We assume that “the jury believed the state’s witnesses and disbelieved any evidence to the

4 contrary.” State v. Caldwell, 803 N.W.2d 373, 384 (Minn. 2011) (quotation omitted). We

“will not disturb the verdict if the jury, acting with due regard for the presumption of

innocence and the requirement of proof beyond a reasonable doubt, could reasonably

conclude that the defendant was guilty of the charged offense.” Ortega, 813 N.W.2d at 100.
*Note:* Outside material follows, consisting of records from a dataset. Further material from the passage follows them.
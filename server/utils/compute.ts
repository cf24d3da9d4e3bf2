import { existsSync } from 'node:fs'
import { cpus } from 'node:os'
import { dirname, join } from 'node:path'
import { Worker } from 'node:worker_threads'
import { describeFailure, runJob, type JobFailure, type JobRequest } from '../workers/jobs'

// Heavy computations (route solves, scattering maps) run in worker threads so that one large plan
// never holds up other users' requests. The pool is a process resource, like the database client:
// it holds threads, not request data. Development runs jobs inline so edits to shared/ reload.

export interface ComputeOptions { timeout_ms?: number, onProgress?: (fraction: number, stage: string) => void }

interface Pending { resolve: (v: unknown) => void, reject: (e: unknown) => void, onProgress?: ComputeOptions['onProgress'], timer: NodeJS.Timeout, worker: PoolWorker }
interface PoolWorker { thread: Worker, busy: number, timedOut?: boolean }

const DEFAULT_TIMEOUT_MS = 60_000
let workers: PoolWorker[] | undefined
let nextId = 1
const pending = new Map<number, Pending>()

function workerFile(): string | undefined {
  const candidates = [process.env.TESSERA_COMPUTE_WORKER, process.argv[1] ? join(dirname(process.argv[1]), 'workers/compute.mjs') : undefined]
  return candidates.find(p => p && existsSync(p))
}

function spawnWorker(file: string): PoolWorker {
  const w: PoolWorker = { thread: new Worker(file), busy: 0 }
  w.thread.on('message', (msg: { id: number, progress?: { fraction: number, stage: string }, result?: unknown, error?: JobFailure }) => {
    const job = pending.get(msg.id)
    if (!job) return
    if (msg.progress) return job.onProgress?.(msg.progress.fraction, msg.progress.stage)
    clearTimeout(job.timer)
    pending.delete(msg.id)
    w.busy--
    if (msg.error) job.reject(msg.error)
    else job.resolve(msg.result)
  })
  w.thread.on('error', (e: Error) => failWorker(w, { kind: 'crash', message: e.message }))
  w.thread.on('exit', () => failWorker(w, w.timedOut
    ? { kind: 'deadline', message: 'it was stopped at the hard limit' }
    : { kind: 'crash', message: 'the computation stopped unexpectedly' }))
  return w
}

function failWorker(w: PoolWorker, failure: JobFailure) {
  for (const [id, job] of pending) {
    if (job.worker !== w) continue
    clearTimeout(job.timer)
    pending.delete(id)
    job.reject(failure)
  }
  const file = workerFile()
  if (workers && file) workers = workers.map(x => x === w ? spawnWorker(file) : x)
}

function pool(): PoolWorker[] | undefined {
  if (import.meta.dev) return undefined
  const file = workerFile()
  if (!file) return undefined
  workers ??= Array.from({ length: Math.max(1, Math.min(4, cpus().length - 1)) }, () => spawnWorker(file))
  return workers
}

function toHttpError(f: JobFailure) {
  if (f.kind === 'input') return createError({ statusCode: 400, message: `${f.field}: ${f.message}`, data: { field: f.field } })
  if (f.kind === 'deadline') return createError({ statusCode: 422, message: `The computation took longer than its time limit: ${f.message}. Reduce the problem or split it.` })
  return createError({ statusCode: 500, message: `The computation failed: ${f.message}` })
}

/** Runs a job in the worker pool (inline in development); failures become HTTP errors. */
export async function runCompute<T = unknown>(req: JobRequest, opts: ComputeOptions = {}): Promise<T> {
  const timeout = opts.timeout_ms ?? DEFAULT_TIMEOUT_MS
  const threads = pool()
  if (!threads) {
    try {
      return runJob({ ...req, options: { deadline_ms: timeout, ...req.options } }, opts.onProgress ?? (() => {})) as T
    }
    catch (e) {
      throw toHttpError(describeFailure(e))
    }
  }
  const worker = threads.reduce((a, b) => (b.busy < a.busy ? b : a))
  const id = nextId++
  return new Promise<T>((resolve, reject) => {
    // The solver stops itself at its deadline; the hard limit beyond it catches a runaway job.
    const timer = setTimeout(() => {
      worker.timedOut = true
      worker.thread.terminate()
    }, timeout + 5000)
    pending.set(id, { resolve: v => resolve(v as T), reject: f => reject(toHttpError(f as JobFailure)), onProgress: opts.onProgress, timer, worker })
    worker.busy++
    worker.thread.postMessage({ id, ...req, options: { deadline_ms: timeout, ...req.options } })
  })
}
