import { describe, expect, it } from 'vitest'
import { parseSpectrumCsv } from '../../../shared/waves/spectrum-csv'
import { isInputError } from '../../../shared/errors'

function problem(text: string): { field: string, message: string } {
  try {
    parseSpectrumCsv(text)
  }
  catch (e) {
    if (isInputError(e)) return { field: e.field, message: e.message }
    throw e
  }
  throw new Error('expected an InputError')
}

const rows = (n: number, sep = ',') => Array.from({ length: n }, (_, i) => `${(-0.5 + 0.1 * i).toFixed(2)}${sep}${(1 + i).toFixed(1)}`).join('\n')

describe('measured spectrum from CSV', () => {
  it('reads header lines, comments and extra columns, and sorts by bias', () => {
    const text = 'Point spectrum at the corral centre\nbias (V),dI/dV (nS),current (pA)\n# lock-in 5 mV\n0.1,3.0,9\n-0.1,1.0,7\n0.0,2.0,8\n0.2,4.5,1\n\n0.3,4.0,2\n'
    const s = parseSpectrumCsv(text)
    expect(s.header).toEqual(['Point spectrum at the corral centre', 'bias (V),dI/dV (nS),current (pA)'])
    expect(s.bias_V).toEqual([-0.1, 0, 0.1, 0.2, 0.3])
    expect(s.didv).toEqual([1, 2, 3, 4.5, 4])
    expect(s.rows).toBe(5)
  })

  it('accepts tabs, semicolons with decimal commas, spaces, CRLF and a byte-order mark', () => {
    expect(parseSpectrumCsv(rows(6, '\t')).bias_V).toHaveLength(6)
    expect(parseSpectrumCsv('\uFEFFV;dIdV\r\n-0,5;1,5\r\n-0,4;2\r\n-0,3;2,5\r\n-0,2;3\r\n-0,1;3,5\r\n').didv).toEqual([1.5, 2, 2.5, 3, 3.5])
    expect(parseSpectrumCsv(rows(5, '   ')).didv).toEqual([1, 2, 3, 4, 5])
    expect(parseSpectrumCsv('bias,didv\n1e-2,3E1\n2e-2,4\n3e-2,5\n4e-2,6\n5e-2,7\n').bias_V[0]).toBe(0.01)
  })

  it('averages rows that repeat a bias (forward and backward sweeps)', () => {
    const s = parseSpectrumCsv('0.1,1\n0.2,2\n0.3,3\n0.1,3\n0.2,4\n0.3,5\n')
    expect(s.bias_V).toEqual([0.1, 0.2, 0.3])
    expect(s.didv).toEqual([2, 3, 4])
  })

  it('names every bad row by its line number', () => {
    const text = 'bias,didv\n0.1,1\n0.2,oops\n0.3,3\nfoo,4\n0.5\n0.6,6\n0.7,NaN\n'
    const p = problem(text)
    expect(p.field).toBe('file')
    expect(p.message).toContain('rows 3, 8: dI/dV is not a number')
    expect(p.message).toContain('row 5: bias is not a number')
    expect(p.message).toContain('row 6: has fewer than two columns')
  })

  it('lists the first five bad rows and counts the rest', () => {
    const text = `${rows(5)}\n${Array.from({ length: 8 }, () => '0.9,x').join('\n')}`
    expect(problem(text).message).toContain('rows 6, 7, 8, 9, 10 and 3 more: dI/dV is not a number')
  })

  it('refuses empty files, too few rows and biases in mV', () => {
    expect(problem('').message).toMatch(/empty/)
    expect(problem('just a header\nand another').message).toMatch(/found 0 data rows/)
    expect(problem(rows(3)).message).toMatch(/found 3 data rows; a spectrum needs at least 5/)
    expect(problem('-500,1\n-250,2\n0,3\n250,4\n500,5\n').message).toMatch(/rows 1, 2, 4, 5: bias beyond ±10 V \(is the column in mV\?\)/)
  })
})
A conviction for arson in the first degree is warranted when one “unlawfully by

means of fire or explosives, intentionally destroys or damages any building that is used as a

dwelling at the time the act is committed.” Minn. Stat. § 609.561, subd. 1 (2012). Any

“separately secured or occupied” unit within a building “shall be deemed a separate

building” for purposes of the arson statutes. Minn. Stat. § 609.556, subd. 3 (2012).

Here, appellant was charged with ten counts of first-degree arson under Minn. Stat.

§ 609.561, subd. 1. Of these ten counts, the initial and predicate charge was for the

Lakeside Manor building itself and the other nine counts were for each of the most heavily

damaged apartments, including the apartment in which Gilland died. In this appeal,

appellant challenges only the sufficiency of the evidence for his convictions relating to the

nine separate apartment units.

“By definition, arson is a specific intent crime.” State v.